> **Work to be completed**: The expected output is a verbatim reprint of the lines from the beginning of the data that follows through the line that contains "from clinic.records import envelope".

> **Data records**:
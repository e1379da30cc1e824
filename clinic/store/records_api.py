"""The record API: create, amend and void (validated, durable before they return) and every
read (one record, a pregnancy's entries, women, search, audit lines, a full scan).

Reads hand out copies: a caller may change what it gets without touching the read cache.
"""
from __future__ import annotations

import uuid
from dataclasses import dataclass
from datetime import datetime
from typing import Any, Iterator, Mapping

from clinic.records import envelope
from clinic.records.envelope import fields_of, original_fields
from clinic.records.schema import ENVELOPE_FIELDS, KINDS
from clinic.records.validate import ValidationError, validate_record
from clinic.records.values import utc_text
from clinic.store import migrate
from clinic.store.audit import audit_entry
from clinic.store.errors import Conflict, NotFound
from clinic.store.layout import partition_files
from clinic.store.search import name_score, normalise_name, phone_digits, phones_match, search
from clinic.store.storage import TABLE, file_key
from clinic.store.writer import Writer, copy_record


def _change_time(current: Mapping[str, Any], now: datetime) -> str:
    """When an amendment or void is recorded: now, but never before the record's own times (a
    clock that runs behind must not date a change before what it changes)."""
    return max(utc_text(now), current.get("created_at") or "", current.get("amended_at") or "")


@dataclass(frozen=True)
class Created:
    """What ``Store.create`` did: ``record`` as stored, and ``created`` False when this id was
    stored before with the same fields (a replayed offline submission: nothing was written)."""

    record: dict
    created: bool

> **Solution to this task**:
repository e1379da30cc1e824
filename clinic/store/records_api.py
"""The record API: create, amend and void (validated, durable before they return) and every
read (one record, a pregnancy's entries, women, search, audit lines, a full scan).

Reads hand out copies: a caller may change what it gets without touching the read cache.
"""
from __future__ import annotations

import uuid
from dataclasses import dataclass
from datetime import datetime
from typing import Any, Iterator, Mapping

from clinic.records import envelope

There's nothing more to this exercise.